Try it: Where the word "against" occurs in a line of the data, return the whole line.

Collected data:
======

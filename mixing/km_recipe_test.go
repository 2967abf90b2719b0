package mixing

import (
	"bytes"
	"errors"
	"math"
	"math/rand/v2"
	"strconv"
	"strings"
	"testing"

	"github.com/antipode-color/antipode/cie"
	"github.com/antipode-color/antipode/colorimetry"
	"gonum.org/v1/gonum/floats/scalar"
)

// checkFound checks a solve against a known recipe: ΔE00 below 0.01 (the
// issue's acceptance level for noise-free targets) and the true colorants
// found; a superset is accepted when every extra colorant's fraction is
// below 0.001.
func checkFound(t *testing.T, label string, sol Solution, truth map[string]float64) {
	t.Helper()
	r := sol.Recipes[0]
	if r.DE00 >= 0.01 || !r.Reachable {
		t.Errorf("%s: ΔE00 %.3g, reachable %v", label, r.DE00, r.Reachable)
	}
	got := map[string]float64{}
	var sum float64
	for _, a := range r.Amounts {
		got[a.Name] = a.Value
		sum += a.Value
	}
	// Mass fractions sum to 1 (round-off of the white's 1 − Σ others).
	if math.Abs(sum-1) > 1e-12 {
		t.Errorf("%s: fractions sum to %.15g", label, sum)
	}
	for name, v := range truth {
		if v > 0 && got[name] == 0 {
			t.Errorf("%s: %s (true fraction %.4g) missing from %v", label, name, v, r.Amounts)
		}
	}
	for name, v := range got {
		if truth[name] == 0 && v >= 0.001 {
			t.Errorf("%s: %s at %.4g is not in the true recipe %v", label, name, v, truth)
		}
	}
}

======

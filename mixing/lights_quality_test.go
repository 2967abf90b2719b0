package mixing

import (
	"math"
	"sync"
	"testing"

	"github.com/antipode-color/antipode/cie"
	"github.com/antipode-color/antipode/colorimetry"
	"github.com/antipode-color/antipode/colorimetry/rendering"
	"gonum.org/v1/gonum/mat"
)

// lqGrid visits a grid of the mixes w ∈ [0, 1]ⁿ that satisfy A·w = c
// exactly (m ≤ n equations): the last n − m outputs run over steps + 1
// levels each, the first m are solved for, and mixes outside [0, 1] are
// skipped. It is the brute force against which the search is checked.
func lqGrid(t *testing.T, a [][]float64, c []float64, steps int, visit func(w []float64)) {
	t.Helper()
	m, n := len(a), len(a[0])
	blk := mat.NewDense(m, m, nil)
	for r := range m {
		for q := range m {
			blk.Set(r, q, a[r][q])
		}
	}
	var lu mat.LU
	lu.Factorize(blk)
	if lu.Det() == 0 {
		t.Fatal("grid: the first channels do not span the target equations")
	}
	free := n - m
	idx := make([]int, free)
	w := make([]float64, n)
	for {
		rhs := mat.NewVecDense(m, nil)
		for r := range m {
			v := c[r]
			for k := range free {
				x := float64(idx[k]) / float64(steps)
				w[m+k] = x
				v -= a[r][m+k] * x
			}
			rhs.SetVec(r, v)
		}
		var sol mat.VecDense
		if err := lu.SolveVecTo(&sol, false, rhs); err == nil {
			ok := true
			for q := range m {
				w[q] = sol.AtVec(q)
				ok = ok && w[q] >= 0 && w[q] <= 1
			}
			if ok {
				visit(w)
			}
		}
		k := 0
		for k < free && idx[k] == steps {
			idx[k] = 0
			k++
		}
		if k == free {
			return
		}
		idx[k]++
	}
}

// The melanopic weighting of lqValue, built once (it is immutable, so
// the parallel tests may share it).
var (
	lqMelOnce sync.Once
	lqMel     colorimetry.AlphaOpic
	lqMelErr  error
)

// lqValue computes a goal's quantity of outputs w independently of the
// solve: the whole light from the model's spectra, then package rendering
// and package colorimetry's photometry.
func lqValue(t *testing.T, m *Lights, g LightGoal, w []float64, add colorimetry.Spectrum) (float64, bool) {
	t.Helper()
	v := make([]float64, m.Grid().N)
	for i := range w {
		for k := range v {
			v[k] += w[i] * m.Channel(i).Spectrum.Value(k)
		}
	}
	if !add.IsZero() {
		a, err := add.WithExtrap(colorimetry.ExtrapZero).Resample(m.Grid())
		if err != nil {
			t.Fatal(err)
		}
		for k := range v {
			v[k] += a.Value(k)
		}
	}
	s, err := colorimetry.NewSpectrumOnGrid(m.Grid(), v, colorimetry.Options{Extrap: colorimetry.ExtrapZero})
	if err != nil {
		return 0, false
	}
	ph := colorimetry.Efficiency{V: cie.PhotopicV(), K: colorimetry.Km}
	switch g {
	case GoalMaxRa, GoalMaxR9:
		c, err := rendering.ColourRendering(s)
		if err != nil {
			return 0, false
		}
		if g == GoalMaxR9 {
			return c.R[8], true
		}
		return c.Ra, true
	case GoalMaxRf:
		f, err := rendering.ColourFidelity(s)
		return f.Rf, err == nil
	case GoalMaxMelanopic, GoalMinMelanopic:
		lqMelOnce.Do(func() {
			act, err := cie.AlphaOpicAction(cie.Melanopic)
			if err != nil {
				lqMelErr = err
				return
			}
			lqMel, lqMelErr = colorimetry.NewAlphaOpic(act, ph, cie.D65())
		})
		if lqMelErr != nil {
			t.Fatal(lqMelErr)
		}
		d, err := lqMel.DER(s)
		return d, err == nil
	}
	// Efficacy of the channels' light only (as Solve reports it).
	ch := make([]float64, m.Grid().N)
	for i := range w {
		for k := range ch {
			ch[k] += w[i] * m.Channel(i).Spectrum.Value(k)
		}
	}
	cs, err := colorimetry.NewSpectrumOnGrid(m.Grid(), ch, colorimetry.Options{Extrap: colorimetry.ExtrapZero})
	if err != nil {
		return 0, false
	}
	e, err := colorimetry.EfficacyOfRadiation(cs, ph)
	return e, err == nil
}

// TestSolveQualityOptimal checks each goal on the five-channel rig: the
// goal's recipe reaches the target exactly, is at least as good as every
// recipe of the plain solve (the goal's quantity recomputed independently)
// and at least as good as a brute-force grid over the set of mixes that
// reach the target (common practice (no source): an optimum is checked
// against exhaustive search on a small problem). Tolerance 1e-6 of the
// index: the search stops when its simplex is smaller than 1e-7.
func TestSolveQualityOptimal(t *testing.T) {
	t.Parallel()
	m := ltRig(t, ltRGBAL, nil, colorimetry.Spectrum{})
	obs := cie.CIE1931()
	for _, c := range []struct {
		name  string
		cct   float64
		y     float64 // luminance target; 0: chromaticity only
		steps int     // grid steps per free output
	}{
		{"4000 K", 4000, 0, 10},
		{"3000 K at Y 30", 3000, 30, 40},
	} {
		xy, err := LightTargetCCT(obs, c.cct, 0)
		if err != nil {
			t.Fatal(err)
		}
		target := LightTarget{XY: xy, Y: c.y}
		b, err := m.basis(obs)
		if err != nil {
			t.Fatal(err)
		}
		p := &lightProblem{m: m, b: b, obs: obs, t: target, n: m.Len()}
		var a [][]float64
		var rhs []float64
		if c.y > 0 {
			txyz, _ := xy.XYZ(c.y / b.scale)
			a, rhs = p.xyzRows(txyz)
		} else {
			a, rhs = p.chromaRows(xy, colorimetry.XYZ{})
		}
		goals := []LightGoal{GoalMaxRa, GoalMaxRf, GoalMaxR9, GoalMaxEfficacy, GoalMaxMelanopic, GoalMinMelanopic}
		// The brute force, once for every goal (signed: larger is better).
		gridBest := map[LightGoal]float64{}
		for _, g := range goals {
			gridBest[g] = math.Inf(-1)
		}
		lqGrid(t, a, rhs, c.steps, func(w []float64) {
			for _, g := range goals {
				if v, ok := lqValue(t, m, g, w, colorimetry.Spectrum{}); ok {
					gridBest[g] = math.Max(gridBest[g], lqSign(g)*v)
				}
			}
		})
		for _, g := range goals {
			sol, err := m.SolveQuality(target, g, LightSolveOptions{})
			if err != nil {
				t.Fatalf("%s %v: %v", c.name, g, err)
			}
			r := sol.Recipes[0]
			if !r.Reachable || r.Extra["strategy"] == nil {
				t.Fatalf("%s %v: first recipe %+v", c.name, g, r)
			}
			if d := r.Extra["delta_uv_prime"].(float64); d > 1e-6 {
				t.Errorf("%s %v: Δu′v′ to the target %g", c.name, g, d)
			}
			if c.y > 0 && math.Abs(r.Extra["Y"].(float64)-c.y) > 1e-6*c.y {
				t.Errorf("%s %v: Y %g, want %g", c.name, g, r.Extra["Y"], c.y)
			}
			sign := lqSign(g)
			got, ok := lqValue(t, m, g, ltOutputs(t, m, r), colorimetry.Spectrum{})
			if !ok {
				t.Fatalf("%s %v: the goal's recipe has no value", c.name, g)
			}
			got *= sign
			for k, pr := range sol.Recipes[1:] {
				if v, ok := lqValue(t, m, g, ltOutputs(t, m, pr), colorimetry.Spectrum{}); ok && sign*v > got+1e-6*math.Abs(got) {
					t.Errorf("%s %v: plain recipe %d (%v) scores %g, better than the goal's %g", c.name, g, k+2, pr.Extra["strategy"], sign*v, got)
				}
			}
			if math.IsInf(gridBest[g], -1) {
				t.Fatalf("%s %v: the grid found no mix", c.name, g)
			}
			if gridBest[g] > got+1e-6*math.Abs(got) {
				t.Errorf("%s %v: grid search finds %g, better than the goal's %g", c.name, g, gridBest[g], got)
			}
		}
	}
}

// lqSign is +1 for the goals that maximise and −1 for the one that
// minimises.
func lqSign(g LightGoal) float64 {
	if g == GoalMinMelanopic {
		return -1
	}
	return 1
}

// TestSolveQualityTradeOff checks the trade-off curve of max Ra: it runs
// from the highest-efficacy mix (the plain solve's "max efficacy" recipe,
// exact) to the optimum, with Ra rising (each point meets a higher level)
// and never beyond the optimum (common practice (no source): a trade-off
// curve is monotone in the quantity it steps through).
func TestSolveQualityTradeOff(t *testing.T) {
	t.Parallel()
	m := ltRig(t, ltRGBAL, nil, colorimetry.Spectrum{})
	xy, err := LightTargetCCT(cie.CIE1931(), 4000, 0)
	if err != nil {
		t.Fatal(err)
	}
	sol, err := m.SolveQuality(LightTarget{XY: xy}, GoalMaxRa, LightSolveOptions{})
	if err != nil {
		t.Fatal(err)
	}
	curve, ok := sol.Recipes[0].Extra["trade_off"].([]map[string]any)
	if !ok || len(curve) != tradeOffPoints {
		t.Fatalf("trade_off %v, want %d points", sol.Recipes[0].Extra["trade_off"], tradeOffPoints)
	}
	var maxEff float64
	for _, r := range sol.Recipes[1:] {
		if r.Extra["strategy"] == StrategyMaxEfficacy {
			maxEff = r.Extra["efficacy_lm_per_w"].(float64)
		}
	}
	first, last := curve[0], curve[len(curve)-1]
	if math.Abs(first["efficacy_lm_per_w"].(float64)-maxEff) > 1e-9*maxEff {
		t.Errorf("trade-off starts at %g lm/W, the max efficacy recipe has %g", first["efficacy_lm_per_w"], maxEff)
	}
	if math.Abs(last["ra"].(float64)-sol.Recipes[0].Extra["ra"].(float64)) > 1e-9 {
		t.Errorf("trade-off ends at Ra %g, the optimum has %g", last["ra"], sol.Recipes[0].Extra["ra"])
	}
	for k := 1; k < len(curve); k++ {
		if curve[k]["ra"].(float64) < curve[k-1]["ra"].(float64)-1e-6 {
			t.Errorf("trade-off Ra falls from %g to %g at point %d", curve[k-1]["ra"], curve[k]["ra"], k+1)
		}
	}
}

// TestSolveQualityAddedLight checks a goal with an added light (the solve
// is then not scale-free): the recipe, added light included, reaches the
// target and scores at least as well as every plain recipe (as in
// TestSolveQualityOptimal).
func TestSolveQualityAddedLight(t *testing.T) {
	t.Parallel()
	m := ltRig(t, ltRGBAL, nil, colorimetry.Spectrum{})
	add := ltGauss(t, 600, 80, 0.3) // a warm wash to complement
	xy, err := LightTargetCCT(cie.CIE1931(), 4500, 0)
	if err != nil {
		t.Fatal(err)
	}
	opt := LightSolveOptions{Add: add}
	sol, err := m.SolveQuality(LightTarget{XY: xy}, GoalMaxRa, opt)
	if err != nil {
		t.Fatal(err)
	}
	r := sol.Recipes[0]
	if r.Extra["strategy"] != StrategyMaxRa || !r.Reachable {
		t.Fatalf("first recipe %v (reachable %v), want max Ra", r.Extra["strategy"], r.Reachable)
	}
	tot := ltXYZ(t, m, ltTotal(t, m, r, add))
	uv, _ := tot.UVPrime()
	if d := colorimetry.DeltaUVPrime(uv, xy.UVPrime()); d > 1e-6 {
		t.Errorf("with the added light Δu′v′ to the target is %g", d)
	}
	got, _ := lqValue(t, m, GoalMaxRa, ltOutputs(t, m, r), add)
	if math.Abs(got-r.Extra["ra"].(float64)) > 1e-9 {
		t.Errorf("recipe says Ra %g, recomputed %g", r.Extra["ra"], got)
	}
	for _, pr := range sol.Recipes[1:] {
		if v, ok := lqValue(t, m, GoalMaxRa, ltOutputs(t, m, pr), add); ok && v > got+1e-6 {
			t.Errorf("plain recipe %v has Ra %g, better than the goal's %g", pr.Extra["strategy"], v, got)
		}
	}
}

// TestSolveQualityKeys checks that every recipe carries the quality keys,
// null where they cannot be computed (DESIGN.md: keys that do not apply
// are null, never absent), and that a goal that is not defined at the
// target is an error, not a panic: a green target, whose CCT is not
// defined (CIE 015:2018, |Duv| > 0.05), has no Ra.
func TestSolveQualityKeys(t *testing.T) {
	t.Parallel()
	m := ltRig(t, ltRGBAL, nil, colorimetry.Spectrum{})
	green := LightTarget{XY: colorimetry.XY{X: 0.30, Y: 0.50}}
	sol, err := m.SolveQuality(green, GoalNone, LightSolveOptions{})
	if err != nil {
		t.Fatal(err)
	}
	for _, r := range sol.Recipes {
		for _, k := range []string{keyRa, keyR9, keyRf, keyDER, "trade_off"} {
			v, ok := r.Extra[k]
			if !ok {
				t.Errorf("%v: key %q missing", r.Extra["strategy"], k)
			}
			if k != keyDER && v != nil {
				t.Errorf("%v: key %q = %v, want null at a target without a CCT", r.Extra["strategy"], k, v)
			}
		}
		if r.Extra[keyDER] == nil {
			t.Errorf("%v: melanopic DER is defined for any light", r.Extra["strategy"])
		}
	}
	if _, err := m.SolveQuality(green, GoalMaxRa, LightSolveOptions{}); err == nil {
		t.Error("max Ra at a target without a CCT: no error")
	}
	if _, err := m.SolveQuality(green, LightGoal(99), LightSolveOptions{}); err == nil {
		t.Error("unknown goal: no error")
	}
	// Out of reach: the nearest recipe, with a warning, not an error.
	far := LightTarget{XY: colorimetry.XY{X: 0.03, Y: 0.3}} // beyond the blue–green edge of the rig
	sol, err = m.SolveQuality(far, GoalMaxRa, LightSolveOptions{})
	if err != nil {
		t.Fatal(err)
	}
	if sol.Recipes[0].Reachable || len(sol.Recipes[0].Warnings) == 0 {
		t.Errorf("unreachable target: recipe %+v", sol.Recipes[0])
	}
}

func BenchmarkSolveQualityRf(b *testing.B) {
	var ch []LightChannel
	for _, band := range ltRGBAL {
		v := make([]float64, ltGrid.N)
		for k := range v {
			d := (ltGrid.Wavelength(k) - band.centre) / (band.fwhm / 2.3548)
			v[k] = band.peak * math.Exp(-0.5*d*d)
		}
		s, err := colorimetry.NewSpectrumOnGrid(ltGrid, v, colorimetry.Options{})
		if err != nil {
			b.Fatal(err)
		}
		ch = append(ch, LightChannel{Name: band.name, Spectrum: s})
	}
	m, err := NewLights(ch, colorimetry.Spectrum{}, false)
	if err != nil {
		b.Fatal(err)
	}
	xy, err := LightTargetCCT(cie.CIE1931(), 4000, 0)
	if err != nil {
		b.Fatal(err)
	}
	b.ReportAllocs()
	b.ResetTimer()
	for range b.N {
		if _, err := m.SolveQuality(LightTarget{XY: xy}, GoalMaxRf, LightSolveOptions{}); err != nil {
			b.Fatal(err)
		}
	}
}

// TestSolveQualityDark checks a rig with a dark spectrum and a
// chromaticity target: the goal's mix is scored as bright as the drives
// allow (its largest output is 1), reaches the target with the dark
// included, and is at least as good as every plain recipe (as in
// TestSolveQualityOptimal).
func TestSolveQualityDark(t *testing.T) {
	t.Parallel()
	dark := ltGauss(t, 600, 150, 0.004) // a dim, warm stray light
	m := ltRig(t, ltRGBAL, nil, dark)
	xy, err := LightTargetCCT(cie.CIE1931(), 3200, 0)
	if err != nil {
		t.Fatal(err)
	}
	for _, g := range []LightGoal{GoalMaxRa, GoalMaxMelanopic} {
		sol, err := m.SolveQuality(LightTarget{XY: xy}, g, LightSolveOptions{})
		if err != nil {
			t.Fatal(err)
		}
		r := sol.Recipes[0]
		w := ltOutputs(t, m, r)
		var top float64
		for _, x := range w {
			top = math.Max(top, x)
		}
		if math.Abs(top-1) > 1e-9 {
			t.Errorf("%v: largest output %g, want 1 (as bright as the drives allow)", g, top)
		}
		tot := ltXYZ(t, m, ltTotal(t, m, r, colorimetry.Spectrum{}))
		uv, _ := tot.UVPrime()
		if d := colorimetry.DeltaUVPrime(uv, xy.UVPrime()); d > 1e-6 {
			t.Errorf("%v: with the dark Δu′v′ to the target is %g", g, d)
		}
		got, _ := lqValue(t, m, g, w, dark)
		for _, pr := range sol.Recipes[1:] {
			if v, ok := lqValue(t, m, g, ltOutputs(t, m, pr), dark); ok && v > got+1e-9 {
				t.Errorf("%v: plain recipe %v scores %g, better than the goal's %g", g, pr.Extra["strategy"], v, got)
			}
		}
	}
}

======

Solved exercise:
// checkFound checks a solve against a known recipe: ΔE00 below 0.01 (the
// skipped. It is the brute force against which the search is checked.
// against exhaustive search on a small problem). Tolerance 1e-6 of the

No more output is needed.